AIM OF THE EXERCISE:
Please copy out the entries below exactly, beginning with the line that contains "solved (a state" and ending with the line that contains "let e = |name: &str, v: f64|", and include nothing outside that span.

[Source records]
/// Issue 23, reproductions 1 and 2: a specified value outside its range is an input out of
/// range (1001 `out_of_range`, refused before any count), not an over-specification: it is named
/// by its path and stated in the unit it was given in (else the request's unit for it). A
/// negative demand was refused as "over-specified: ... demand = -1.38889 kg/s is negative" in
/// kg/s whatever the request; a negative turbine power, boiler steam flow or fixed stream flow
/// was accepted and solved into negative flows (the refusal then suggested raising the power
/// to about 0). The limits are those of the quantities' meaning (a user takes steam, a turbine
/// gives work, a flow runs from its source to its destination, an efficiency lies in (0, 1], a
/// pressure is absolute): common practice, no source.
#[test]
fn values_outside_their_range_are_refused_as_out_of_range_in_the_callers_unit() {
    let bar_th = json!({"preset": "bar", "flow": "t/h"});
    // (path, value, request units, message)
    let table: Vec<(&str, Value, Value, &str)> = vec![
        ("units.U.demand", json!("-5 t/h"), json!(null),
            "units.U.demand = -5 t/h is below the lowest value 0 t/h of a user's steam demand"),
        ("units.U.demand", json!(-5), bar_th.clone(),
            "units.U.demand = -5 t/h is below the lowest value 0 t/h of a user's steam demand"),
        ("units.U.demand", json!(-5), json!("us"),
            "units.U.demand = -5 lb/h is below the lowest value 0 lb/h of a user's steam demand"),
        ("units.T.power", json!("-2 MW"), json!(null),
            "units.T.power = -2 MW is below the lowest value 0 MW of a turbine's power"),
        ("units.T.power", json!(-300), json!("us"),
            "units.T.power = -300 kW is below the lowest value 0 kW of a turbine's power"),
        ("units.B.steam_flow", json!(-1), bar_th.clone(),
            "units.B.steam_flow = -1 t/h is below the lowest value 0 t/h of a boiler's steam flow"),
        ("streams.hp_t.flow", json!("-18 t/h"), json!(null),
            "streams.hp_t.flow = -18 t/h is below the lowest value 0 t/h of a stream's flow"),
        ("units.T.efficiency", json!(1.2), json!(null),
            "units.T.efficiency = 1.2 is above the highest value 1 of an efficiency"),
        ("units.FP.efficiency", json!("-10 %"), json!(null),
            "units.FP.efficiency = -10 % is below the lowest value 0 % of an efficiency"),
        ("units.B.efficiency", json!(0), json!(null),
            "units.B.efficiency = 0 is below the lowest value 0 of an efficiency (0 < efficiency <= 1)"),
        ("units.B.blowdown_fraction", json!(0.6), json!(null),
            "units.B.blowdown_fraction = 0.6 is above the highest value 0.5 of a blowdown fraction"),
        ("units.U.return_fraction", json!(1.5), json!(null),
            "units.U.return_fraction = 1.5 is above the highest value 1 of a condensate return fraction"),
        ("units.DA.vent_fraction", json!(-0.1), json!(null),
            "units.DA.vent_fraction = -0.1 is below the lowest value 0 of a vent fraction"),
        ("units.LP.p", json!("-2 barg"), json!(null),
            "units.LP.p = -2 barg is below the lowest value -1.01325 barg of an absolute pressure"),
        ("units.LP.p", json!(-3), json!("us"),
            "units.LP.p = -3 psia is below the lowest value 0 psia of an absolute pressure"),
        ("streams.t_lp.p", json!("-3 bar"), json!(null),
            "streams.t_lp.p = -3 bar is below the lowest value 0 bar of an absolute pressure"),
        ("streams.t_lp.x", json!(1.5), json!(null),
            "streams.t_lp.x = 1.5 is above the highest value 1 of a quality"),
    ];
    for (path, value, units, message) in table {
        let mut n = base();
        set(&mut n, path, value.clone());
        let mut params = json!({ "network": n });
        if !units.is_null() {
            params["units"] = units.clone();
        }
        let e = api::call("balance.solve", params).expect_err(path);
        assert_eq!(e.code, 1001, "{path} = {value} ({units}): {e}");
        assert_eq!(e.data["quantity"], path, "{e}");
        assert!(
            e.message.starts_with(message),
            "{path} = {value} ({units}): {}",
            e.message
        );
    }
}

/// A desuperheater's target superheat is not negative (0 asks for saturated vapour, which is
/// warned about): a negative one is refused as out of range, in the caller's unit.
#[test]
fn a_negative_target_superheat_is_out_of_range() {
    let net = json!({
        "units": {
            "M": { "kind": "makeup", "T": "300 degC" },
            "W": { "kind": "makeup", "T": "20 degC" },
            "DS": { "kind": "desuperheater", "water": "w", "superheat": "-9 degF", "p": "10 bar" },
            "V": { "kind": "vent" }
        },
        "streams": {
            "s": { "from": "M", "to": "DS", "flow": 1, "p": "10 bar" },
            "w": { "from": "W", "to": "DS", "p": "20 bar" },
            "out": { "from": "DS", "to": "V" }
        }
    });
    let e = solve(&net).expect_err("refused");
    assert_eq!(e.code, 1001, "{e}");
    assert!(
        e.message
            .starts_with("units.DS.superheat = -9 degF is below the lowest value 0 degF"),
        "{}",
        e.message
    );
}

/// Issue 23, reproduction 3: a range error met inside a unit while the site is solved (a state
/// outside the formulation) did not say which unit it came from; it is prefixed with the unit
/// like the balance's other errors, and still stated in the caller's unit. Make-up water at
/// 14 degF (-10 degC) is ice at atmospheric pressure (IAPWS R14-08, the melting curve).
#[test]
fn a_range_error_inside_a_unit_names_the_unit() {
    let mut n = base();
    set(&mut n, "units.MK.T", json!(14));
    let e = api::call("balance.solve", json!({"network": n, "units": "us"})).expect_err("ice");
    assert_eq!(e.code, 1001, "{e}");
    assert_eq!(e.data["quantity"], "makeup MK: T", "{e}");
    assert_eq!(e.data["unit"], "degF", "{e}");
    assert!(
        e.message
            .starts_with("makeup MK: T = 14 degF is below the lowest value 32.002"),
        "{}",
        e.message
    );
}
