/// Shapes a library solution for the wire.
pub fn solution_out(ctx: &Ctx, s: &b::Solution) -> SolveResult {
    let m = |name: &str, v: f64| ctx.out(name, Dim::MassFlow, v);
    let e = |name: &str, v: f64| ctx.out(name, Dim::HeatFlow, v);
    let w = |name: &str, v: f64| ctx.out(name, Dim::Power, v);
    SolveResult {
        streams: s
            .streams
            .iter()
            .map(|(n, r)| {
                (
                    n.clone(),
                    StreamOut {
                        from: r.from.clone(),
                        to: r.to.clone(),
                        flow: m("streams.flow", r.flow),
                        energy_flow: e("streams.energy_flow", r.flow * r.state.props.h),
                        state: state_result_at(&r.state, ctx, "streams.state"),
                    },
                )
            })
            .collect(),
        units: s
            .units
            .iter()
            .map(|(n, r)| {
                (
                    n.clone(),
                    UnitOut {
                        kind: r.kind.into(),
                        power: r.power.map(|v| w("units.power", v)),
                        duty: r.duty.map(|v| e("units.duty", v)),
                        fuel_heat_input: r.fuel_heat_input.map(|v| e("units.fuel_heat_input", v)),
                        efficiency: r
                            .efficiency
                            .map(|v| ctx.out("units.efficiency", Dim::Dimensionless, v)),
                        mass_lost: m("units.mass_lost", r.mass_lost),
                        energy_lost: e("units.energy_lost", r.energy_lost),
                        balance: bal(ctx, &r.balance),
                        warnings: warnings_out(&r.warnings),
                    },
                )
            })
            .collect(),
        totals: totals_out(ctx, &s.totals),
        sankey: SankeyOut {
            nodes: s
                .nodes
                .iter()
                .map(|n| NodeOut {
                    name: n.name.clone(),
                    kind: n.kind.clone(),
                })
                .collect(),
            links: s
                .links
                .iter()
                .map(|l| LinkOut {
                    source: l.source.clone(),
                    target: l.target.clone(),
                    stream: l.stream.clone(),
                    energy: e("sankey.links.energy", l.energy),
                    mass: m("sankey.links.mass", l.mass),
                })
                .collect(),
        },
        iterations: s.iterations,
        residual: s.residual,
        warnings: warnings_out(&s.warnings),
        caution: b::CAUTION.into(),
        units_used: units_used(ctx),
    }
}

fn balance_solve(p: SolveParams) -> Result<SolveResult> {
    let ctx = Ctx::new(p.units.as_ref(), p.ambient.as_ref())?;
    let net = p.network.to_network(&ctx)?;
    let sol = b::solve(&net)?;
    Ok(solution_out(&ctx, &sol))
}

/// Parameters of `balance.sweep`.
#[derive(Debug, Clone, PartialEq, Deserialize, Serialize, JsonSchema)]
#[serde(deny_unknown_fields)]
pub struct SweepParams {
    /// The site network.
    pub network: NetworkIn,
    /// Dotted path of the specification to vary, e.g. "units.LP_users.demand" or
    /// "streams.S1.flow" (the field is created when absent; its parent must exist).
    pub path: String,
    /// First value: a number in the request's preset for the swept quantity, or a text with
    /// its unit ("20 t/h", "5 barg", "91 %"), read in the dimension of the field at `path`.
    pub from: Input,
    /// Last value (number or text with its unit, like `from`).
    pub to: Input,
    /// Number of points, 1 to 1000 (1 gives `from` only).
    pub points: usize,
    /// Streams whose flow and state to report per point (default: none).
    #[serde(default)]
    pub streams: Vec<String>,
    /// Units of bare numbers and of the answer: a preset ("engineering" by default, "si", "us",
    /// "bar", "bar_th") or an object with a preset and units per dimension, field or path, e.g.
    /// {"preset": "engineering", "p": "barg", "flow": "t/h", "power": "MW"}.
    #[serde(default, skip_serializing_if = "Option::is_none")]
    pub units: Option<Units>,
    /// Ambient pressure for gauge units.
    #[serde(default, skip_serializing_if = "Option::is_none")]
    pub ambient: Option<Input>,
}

FINISHED TASK:
/// Issue 23, reproduction 3: a range error met inside a unit while the site is solved (a state
/// outside the formulation) did not say which unit it came from; it is prefixed with the unit
/// like the balance's other errors, and still stated in the caller's unit. Make-up water at
/// 14 degF (-10 degC) is ice at atmospheric pressure (IAPWS R14-08, the melting curve).
#[test]
fn a_range_error_inside_a_unit_names_the_unit() {
    let mut n = base();
    set(&mut n, "units.MK.T", json!(14));
    let e = api::call("balance.solve", json!({"network": n, "units": "us"})).expect_err("ice");
    assert_eq!(e.code, 1001, "{e}");
    assert_eq!(e.data["quantity"], "makeup MK: T", "{e}");
    assert_eq!(e.data["unit"], "degF", "{e}");
    assert!(
        e.message
            .starts_with("makeup MK: T = 14 degF is below the lowest value 32.002"),
        "{}",
        e.message
    );
}
/// Shapes a library solution for the wire.
pub fn solution_out(ctx: &Ctx, s: &b::Solution) -> SolveResult {
    let m = |name: &str, v: f64| ctx.out(name, Dim::MassFlow, v);
    let e = |name: &str, v: f64| ctx.out(name, Dim::HeatFlow, v);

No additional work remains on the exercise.